Please feel free to check out Huckabee's Issues section on The War on Terror: http://www.mikehuckabee.com/?FuseAction=Issues.View&Issue_id=20

Posted by: Cydney on December 26, 2007 05:06 PM
8. Cydney @ 7:

Thanks for the reply. I believe you have presented Mike Huckabee's position accurately and fairly.

While I admire Mike Huckabee on some issues (for example, his support for a human life amendment), and while I agree with some of what he says on foreign policy, I do have concerns, and I do feel that his foreign policy proposals don't match up to other candidates such as Hunter, Thompson, Romney, and Giuliani.

It is correct to consider the Iranian National Guard - an important component of the Iranian army - to be a terrorist organization. And the government of Iran itself is a pro-terrorist government. President Bush was correct to name this government as part of the "axis of evil," and it is clear that they are an outlaw regime, an enemy of the United States.

My views on Iran are expressed in a recent article, available online at http://www.thatpoliticalblog.com/serendipity/archives/1568-Steve-Beren-Iran-moves-towards-war,-but-McDermott-blames-America.html

The Iranian dictatorship is on a war drive, seeking nuclear weapons, threatening Israel, interfering in Iraq, and brutally oppressing its own people.

I don't doubt that Mike Huckabee is sincere in believing that (as you say) "we haven't bothered to give them a chance" or "we've unnecessarily alienated Iran." But I feel he is very mistaken in this regard.

At any rate, Cydney, thank you for your response and for your efforts and activism. I am sure more will be revealed over the course of the next several weeks, and I am sure you and I will communicate again.

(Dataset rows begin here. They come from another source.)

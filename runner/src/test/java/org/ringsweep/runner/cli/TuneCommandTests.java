package org.ringsweep.runner.cli;

import static org.junit.jupiter.api.Assertions.assertEquals;
import static org.junit.jupiter.api.Assertions.assertTrue;

import com.fasterxml.jackson.databind.JsonNode;
import java.nio.file.Path;
import java.util.List;
import org.junit.jupiter.api.Test;
import org.junit.jupiter.api.io.TempDir;
import org.ringsweep.runner.testing.Ngspice;

/** {@code ringsweep tune}: the recommendation, its record and its exit codes. */
class TuneCommandTests {
    @TempDir
    Path out;

    private static String net() {
        return CliRun.resource("tune/p2p-15ohm.yaml").toString();
    }

    @Test
    void seriesResistorForA15OhmDriverOnA50OhmLineIsTheE24ValueBesideZ0MinusROut() throws Exception {
        Ngspice.require();
        CliRun run = CliRun.of("tune", net(), "--vary", "R1/value", "--series", "E24", "--from", "10", "--to", "100",
                "--json", "--out", out.toString());
        assertEquals(ExitCodes.OK, run.exitCode(), run.err() + run.out());
        JsonNode r = new com.fasterxml.jackson.databind.ObjectMapper().readTree(run.out().strip());
        assertEquals("ringsweep/tune-1", r.get("format").asText());
        assertEquals("R1/value", r.get("target").asText());
        // Series termination rule R = Z0 − r_out = 50 − 15 = 35 ohm (Johnson & Graham, High-Speed
        // Digital Design, 1993, ch. 6); the E24 values beside it are 33 and 36 (IEC 60063).
        double recommended = r.get("recommended").asDouble();
        assertTrue(recommended == 33.0 || recommended == 36.0, "recommended " + recommended);
        // Fewer simulations than candidates (25 E24 values from 10 to 100 inclusive, IEC 60063).
        assertEquals(25, r.get("candidates").asInt());
        assertTrue(r.get("evaluated").size() < 25, r.toString());
        assertTrue(r.get("margins").has("overshoot_max"), r.toString());
        // typ at the value and at both 5 % ends (the E24 series' usual tolerance).
        assertEquals(3, r.get("checks").size(), r.toString());
    }

    @Test
    void rangeWhereNothingPassesNamesTheLimitThatFailsEverywhere() throws Exception {
        Ngspice.require();
        CliRun run = CliRun.of("tune", net(), "--vary", "R1/value", "--series", "E12", "--from", "1", "--to", "4.7",
                "--json", "--out", out.toString());
        assertEquals(ExitCodes.VIOLATION, run.exitCode(), run.err() + run.out());
        JsonNode r = new com.fasterxml.jackson.databind.ObjectMapper().readTree(run.out().strip());
        assertTrue(r.get("recommended").isNull(), r.toString());
        // 15 + 4.7 ohm into 50 ohm still overshoots by about 3.3·2·50/69.7 − 3.3 = 1.43 V
        // (lattice first arrival, lines-and-terminations.md §2), beyond the 0.3 V default limit.
        List<String> failing = new java.util.ArrayList<>();
        r.get("failing_everywhere").forEach(n -> failing.add(n.asText()));
        assertTrue(failing.contains("overshoot_max"), failing.toString());
    }

    @Test
    void unknownSeriesIsAUsageError() {
        CliRun run = CliRun.of("tune", net(), "--vary", "R1/value", "--series", "E25", "--from", "10", "--to", "100");
        assertEquals(ExitCodes.INPUT, run.exitCode());
        assertTrue(run.err().contains("E25"), run.err());
    }
}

Posted by: Steve Beren on December 26, 2007 05:41 PM
9. I totally understand what you're saying, Steve, and I agree.

I believe that Iran IS a terrorist-sponsoring nation, and it is highly probable that they are up to no good. But I do think it is a good idea to kind of put the feelers out there, in a sense, to assess the situation before taking military action, and we definitely have a schema with which to use caution while doing so.

I really am no foreign policy buff, but I do think a lick of common sense goes a long way, and I like a lot of what I see in Huckabee's foreign policy plan (including immigration).

Posted by: Cydney on December 26, 2007 10:18 PM
10. Steve and Cydney,
Why don't you both ship out to Israel and use some of Israel's money from banks all over the world to stop radical islamic factions,instead of using American money and lives.
I am willing to invest in some well placed laser guided missles,But I am not willing to put boots on the ground.
If you fear radical islamic factions so much go ahead and ship out.
Why should America go broke while Israel collects interest on its holdings.